= Doncaster Pride =

Annual LGBT event in Doncaster, England

Doncaster Pride is a Gay Pride event held annually in Doncaster, England, usually in August. It is South Yorkshire's biggest Gay Pride event, and It was first held in 2007. Currently the audience figures for the day's event is close to 20,000. The Patron of Doncaster Pride is Sheridan Smith.

Doncaster Pride has been held at the Keepmoat Stadium, the racecourse, and is currently held at Doncaster's Sir Nigel Gresley Square. The event is funded by local businesses, award foundations, various charitable organizations and donations from the public. The event includes a variety of activities for all ages, two stages and a float parade through the town.

== History ==
The first event was put together in just 3 months in 2007 and attracted more than 1,000 people on a budget of £15,000. The following year drew a crowd of up to 8,000 people.

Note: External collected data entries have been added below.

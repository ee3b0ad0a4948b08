import type { Process } from '../statistics/consensus.js';
import { checkDimension, figure, type Dimension, type Figure } from './dimension.js';
import { nearestFit, type IsoFit } from './iso-286.js';
import { tiltOf, type Tilt } from './tilt.js';
import { chancePositive, verdictOf, type SeatVerdict } from './verdict.js';

/** What is to mate: a boss that enters a recess (or a barrel a bore). Any dimension may be missing (null). Lengths in mm. */
export interface SeatInput {
  readonly bossDiameter: Dimension | null;
  readonly bossHeight: Dimension | null;
  readonly recessDiameter: Dimension | null;
  readonly recessDepth: Dimension | null;
  /** The rougher of the two processes; sets the snug limit where none is given. */
  readonly process: Process;
  /** Clearance on diameter up to which a seat counts as snug, mm. */
  readonly snugLimit?: number;
  /** Width of the plate round the boss, mm: with it, the tilt when pulled on one side is told. */
  readonly plateWidth?: number;
}

export type SeatDimensionName = 'bossDiameter' | 'bossHeight' | 'recessDiameter' | 'recessDepth';

export interface SeatResult {
  readonly verdict: SeatVerdict;
  /** Recess minus boss on diameter. */
  readonly clearance: Figure | null;
  readonly chanceEnters: number | null;
  /** Depth minus height; negative when the boss bottoms. */
  readonly depthSpare: Figure | null;
  readonly chanceFaceMeets: number | null;
  /** Chance of both, taken as independent. */
  readonly chanceSeats: number | null;
  /** What carries the load: the faces as meant, the boss's end on the face round the recess, or on the recess's floor. */
  readonly carriedBy: 'faces' | 'boss-on-face' | 'boss-on-floor' | null;
  /** Gap left between the faces when screws are pulled evenly; zero when it seats. */
  readonly gap: Figure | null;
  /** Tilt of the axis: none when pulled evenly, `worst` when pulled on one side until the plate's edge touches. */
  readonly tilt: { readonly best: Tilt; readonly worst: Tilt | null } | null;
  /** The nearest preferred ISO 286 fit; only for machined pairs that enter. */
  readonly isoFit: IsoFit | null;
  /** Dimensions without any reading, which would settle it. */
  readonly missing: readonly SeatDimensionName[];
}

/** Snug limits on diameter by process, mm; 0.10 for prints, common practice, no source. */
export const defaultSnugLimit: Record<Process, number> = { machined: 0.05, printed: 0.1, cast: 0.2 };

/**
 * Whether a boss seats in a recess, and what happens when it does not.
 *
 * Clearance c = D_recess − D_boss with u(c)² the sum of both variances; the chance that it enters is Φ(c / u(c)), and
 * likewise for depth − height. Seats with room from 0.95 with c above the snug limit, snugly up to it, will not seat
 * below 0.05, tight in between. When it does not enter, the faces stay apart by the boss's height; when it bottoms, by
 * height − depth. Screws pulled on one side tip the plate over the boss's rim until its edge touches:
 * tilt = asin(gap / L) with L = (plate width − boss diameter) / 2, from the rim to that edge.
 * A missing height or depth leaves the seat judged on diameter alone and is named in `missing`.
 * Throws RangeError for a dimension outside (0, 1000] mm. Cost: constant.
 */
export function judgeSeat(input: SeatInput): SeatResult {
  const { bossDiameter, bossHeight, recessDiameter, recessDepth } = input;
  const dimensions = { bossDiameter, recessDiameter, bossHeight, recessDepth };
  const missing: SeatDimensionName[] = [];
  for (const [name, dimension] of Object.entries(dimensions) as [SeatDimensionName, Dimension | null][]) {
    if (dimension) checkDimension(dimension, name);
    else missing.push(name);
  }
  const clearance = difference(recessDiameter, bossDiameter);
  const depthSpare = difference(recessDepth, bossHeight);
  const chanceEnters = clearance && chancePositive(clearance);
  const chanceFaceMeets = depthSpare && chancePositive(depthSpare);
  if (clearance === null || chanceEnters === null) {
    return {
      verdict: 'not-known',
      clearance,
      chanceEnters,
      depthSpare,
      chanceFaceMeets,
      chanceSeats: null,
      carriedBy: null,
      gap: null,
      tilt: null,
      isoFit: null,
      missing,
    };
  }
  const chanceSeats = chanceEnters * (chanceFaceMeets ?? 1);
  const snugLimit = input.snugLimit ?? defaultSnugLimit[input.process];
  const verdict = verdictOf(chanceSeats, clearance.value, snugLimit);
  const carriedBy =
    chanceEnters < 0.5 ? 'boss-on-face' : (chanceFaceMeets ?? 1) < 0.5 ? 'boss-on-floor' : 'faces';
  const gap = gapLeft(carriedBy, bossHeight, depthSpare);
  return {
    verdict,
    clearance,
    chanceEnters,
    depthSpare,
    chanceFaceMeets,
    chanceSeats,
    carriedBy,
    gap,
    tilt: gap && { best: tiltOf(0, 1), worst: worstTilt(gap.value, input.plateWidth, bossDiameter!.value) },
    isoFit:
      input.process === 'machined' && carriedBy !== 'boss-on-face'
        ? nearestFit(bossDiameter!.value, clearance.value)
        : null,
    missing,
  };
}

function difference(outer: Dimension | null, inner: Dimension | null): Figure | null {
  return (
    outer && inner && figure(outer.value - inner.value, Math.hypot(outer.uncertainty, inner.uncertainty))
  );
}

function gapLeft(
  carriedBy: SeatResult['carriedBy'],
  bossHeight: Dimension | null,
  depthSpare: Figure | null,
): Figure | null {
  if (carriedBy === 'faces') return figure(0, 0);
  if (carriedBy === 'boss-on-floor') return depthSpare && figure(-depthSpare.value, depthSpare.uncertainty);
  return bossHeight && figure(bossHeight.value, bossHeight.uncertainty);
}

function worstTilt(gap: number, plateWidth: number | undefined, bossDiameter: number): Tilt | null {
  if (plateWidth === undefined || plateWidth <= bossDiameter) return null;
  return tiltOf(gap, (plateWidth - bossDiameter) / 2);
}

Doncaster Pride 2018 saw over 3,000 people in the Parade through the town, and there were 8 hours of free entertainment on two stages.

The event was cancelled in 2020 and 2021 due to the COVID-19 pandemic. The event returned in person in 2022, with Stephanie Hirst headlining it. 2022 also saw the event expand accessibility, hiring sign language interpreters, creation of quiet spaces, and expansion of facilities for disabled attendees. Organisers estimated an attendance of 18,000 in 2023. In 2024, Doncaster Pride was chosen to host the annual UK Pride festival by the Pride UK Organisers Network. Jenny Dewsnap, a founder and organiser of Doncaster Pride, said on the matter that "it means so much because you're chosen by your peers...We've been selected by other people who organise Prides up and down the UK and they chose Doncaster...I think that's why it's so special." For the first time in 2024, the event included a Youth Pride section for attendees under the age of 18, which provided information on health and wellbeing.